Disburse funds only as prescribed by the Directors and insure that two authorized signatures are present.
Establish fiscal procedures and operational policies, assist in preparation and approval of the budget, prepare financial statements for the Board, authorize expenditures, participate in long range planning, and assist in fund raising.
This person is not in charge of fund raising. The Treasurer may serve two two-year terms with no immediate succession.
The President and the Vice President are each ex officio members of all standing committees and all other committees, unless specifically excluded from them. They shall be provided notice of all committee meetings along with all other committee members.
There are six (6) standing committees, each of which shall have a Chair elected for a term of two (2) years. The Standing Committees are: Arts and Culture (including language instruction); Public Relations; Membership; Student/Teacher Exchanges; Sports Exchanges; Economic Development; and the Executive Committee.
The Board of Directors may create additional standing committees, and may discontinue, merge, or separate existing committees.
The Executive Committee may at any time recommend changes in committee structure and present them to the Board of Directors for ratification. The Executive Committee shall consist of the President, the Vice President, the Secretary, the Treasurer and the immediate past President. It is the responsibility of the Executive Committee to review the functioning of the committees, any need for additional committees, the need to terminate existing committees, and to see in general that there is an appropriate division of responsibilities between committees.
Robert’s Rules of Order (most recent revision) shall govern the Order of Business and be the parliamentary authority for this organization.
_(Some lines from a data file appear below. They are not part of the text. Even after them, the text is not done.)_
def simplify_to_budget(points: np.ndarray, max_points: int) -> tuple[np.ndarray, float]:
    """Fewest changes that fit ``max_points``: the smallest shapely simplification tolerance (to 0.01 %
    of the outline's size) whose result has at most that many points and stays a simple polygon.

    Returns (points without closing point, Hausdorff distance to the input contour, same unit)."""
    pts = np.asarray(points, float)
    keep = np.r_[True, np.any(np.abs(np.diff(pts, axis=0)) > 0, axis=1)]
    pts = pts[keep]
    if len(pts) > 1 and np.all(pts[-1] == pts[0]):
        pts = pts[:-1]
    ring = LinearRing(pts)
    if len(pts) <= max_points:
        return pts, 0.0
    size = float(np.ptp(pts, axis=0).max())
    lo, hi = 0.0, size
    best = None
    for _ in range(40):
        tol = 0.5 * (lo + hi)
        s = Polygon(pts).simplify(tol, preserve_topology=True).exterior
        n = len(s.coords) - 1
        if n <= max_points and n >= 3:
            best, hi = s, tol
        else:
            lo = tol
        if hi - lo < 1e-4 * size:
            break
    if best is None:
        raise BodyImportError(f"the outline cannot be reduced to {max_points} points")
    out = np.asarray(best.coords)[:-1]
    return out, float(shapely.hausdorff_distance(ring, best, densify=0.1))


def _largest(closed: list[np.ndarray]) -> tuple[np.ndarray, int]:
    areas = [abs(Polygon(c).area) if len(c) >= 3 else 0.0 for c in closed]
    i = int(np.argmax(areas))
    return closed[i], len(closed)


@functools.lru_cache(maxsize=8)
def _contour(path: str, kind: str, select: str | None, _stamp: tuple[int, int]):
    """The largest closed contour of a drawing's selection in drawing units (u right, v up), the file's
    unit and notes; cached by the file's modification time and size (a dialog re-places it on every change)."""
    where = Source(Path(path), select).label()
    if kind == "dxf":
        closed, open_, file_unit, notes = read_dxf(Path(path), select)
    else:
        closed, open_, file_unit, notes = read_svg(Path(path), select)
    notes = list(notes)
    if not closed:
        gaps = ""
        if open_:
            c = max(open_, key=len)
            gaps = (f"; {len(open_)} open contour(s), e.g. one from ({c[0, 0]:g}, {c[0, 1]:g}) to "
                    f"({c[-1, 0]:g}, {c[-1, 1]:g}) drawing units that does not return to its start")
        raise BodyImportError(f"{where}: no closed outline{gaps}")
    if open_:
        notes.append(f"{len(open_)} open contour(s) ignored")
    contour, n = _largest(closed)
    if n > 1:
        notes.append(f"{n} closed contours; the largest by area is used")
    contour = contour.copy()
    contour.flags.writeable = False
    return contour, file_unit, tuple(notes)


def import_outline(src: Source, view: View, max_points: int | None = None) -> Imported:
    """Read, place and simplify one outline (see the module docstring); raise BodyImportError."""
    max_points = max_points or MAX_BODY_OUTLINE_POINTS
    where = src.label()
    kind = src.kind
    try:
        st = Path(src.path).stat()
        stamp = (st.st_mtime_ns, st.st_size)
    except OSError:
        stamp = (0, 0)  # the reader names the problem
    contour, file_unit, notes = _contour(str(src.path), kind, src.select, stamp)
    notes = list(notes)
    m_per_unit, how = unit_scale(src.placement, file_unit, where)
    notes.append(how)
    placed = place(contour, view, m_per_unit, src.placement)
    if Polygon(placed).area < 1e-6 or not Polygon(placed).is_valid:
        raise BodyImportError(f"{where}: the outline crosses itself or encloses no area")
    kept, dev = simplify_to_budget(placed, max_points)
    return Imported(view, kept, where, len(contour), dev, tuple(notes))
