"""The vehicle file: data model, validation with located messages, load and atomic save.

One JSON file describes one body style. Coordinates follow ISO 8855 vehicle axes
(x forward, y left, z up; origin on the ground below the midpoint of the front axle);
every length is in metres, frequencies in Hz, levels in dBm, gains and losses in dB,
times in s, speeds in m/s. The format reference is ``docs/vehicle-format.md``; the JSON
Schema generated from this module is ``docs/vehicle-format.json``.

The model objects are frozen (immutable); an edit makes a new object with
``model_copy(update=...)`` followed by :func:`check_vehicle`.
"""

from __future__ import annotations

import functools
import json
import math
import os
from pathlib import Path
from typing import Annotated, Literal

import numpy as np
from pydantic import BaseModel, ConfigDict, Field, ValidationError, field_validator
from shapely.geometry import Polygon
from shapely.validation import explain_validity

from core import files
from core.files import InputFileError, read_regular_file
from core.bounds import (
    MAX_ANGLES_PER_TURN,
    MAX_BODY_HEIGHT_M,
    MAX_BODY_LENGTH_M,
    MAX_BODY_OUTLINE_POINTS,
    MAX_BODY_WIDTH_M,
    MAX_DESCRIPTION_CHARS,
    MAX_FREQUENCY_HZ,
    MAX_MATERIALS,
    MAX_NAME_CHARS,
    MAX_NESTING,
    MAX_NOTE_CHARS,
    MAX_OUTLINE_POINTS,
    MAX_REGIONS,
    MAX_RIM_WIDTH_M,
    MAX_SECTION_WIDTH_M,
    MAX_SPOTS,
    MAX_TIRE_CODE_CHARS,
    MAX_TIRE_DIAMETER_M,
    MAX_WHEELS,
    MAX_ZONES,
    MIN_ANGLES_PER_TURN,
    MIN_FREQUENCY_HZ,
    MIN_RIM_DIAMETER_M,
    MIN_RIM_WIDTH_M,
    MIN_SECTION_WIDTH_M,
    MIN_SENSOR_RADIUS_M,
    MIN_TIRE_DIAMETER_M,
    REACH_MARGIN_M,
    check_rank_work,
)
from core.cavity import DEFAULT_CONTENTS_M2
from core.materials import BUILTIN_MATERIALS
from core.tires import TireSize, parse_tire_code

# The atomic writers live in core.files (permissions, links, read-only files, signals); kept here for callers.
atomic_path = files.atomic_path
atomic_write_bytes = files.atomic_write_bytes
atomic_write_text = files.atomic_write_text

FORMAT_NAME = "wheelreach-vehicle"
FORMAT_VERSION = 1
FORMAT_TAG = f"{FORMAT_NAME}/{FORMAT_VERSION}"

# the limits (sizes, counts, text lengths) live in core.bounds, documented in docs/vehicle-format.md
Length = Annotated[float, Field(ge=-100.0, le=100.0)]
Point2 = tuple[Length, Length]
BodyOutline = Annotated[tuple[Point2, ...], Field(min_length=3, max_length=MAX_BODY_OUTLINE_POINTS)]
Outline = Annotated[tuple[Point2, ...], Field(min_length=3, max_length=MAX_OUTLINE_POINTS)]
Axis3 = tuple[float, float, float]
Name = Annotated[str, Field(min_length=1, max_length=MAX_NAME_CHARS)]


class VehicleFileError(ValueError):
    """A vehicle file or document is invalid. The message names the file, field path and problem.

    Attributes
    ----------
    path : file path or "" for in-memory documents
    field : field path such as ``wheels[2].tire`` ("" for the whole document)
    problem : what is wrong with it
    """

    def __init__(self, problem: str, field: str = "", path: str | os.PathLike | None = None):
        self.path = str(path) if path else ""
        self.field = field
        self.problem = problem
        where = ": ".join(p for p in (self.path, field) if p)
        super().__init__(f"{where}: {problem}" if where else problem)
The By-Laws may be amended by a (2/3) two thirds majority vote at the annual meeting or at a special meeting called for that purpose.
There shall be an annual meeting of the general membership (Annual General Membership Meeting) in April. The date, time and location to be announced by the Board in March.
Special meetings may be called by the President, or any other two Board members, when necessary. The special call shall be in writing and give a five (5) day written notice stating the purpose, place and time.
Special meetings may be called by any ten (10) members in good standing of the General Membership. The ten members shall request in writing, the Board to notify the General Membership of the time and place of meeting.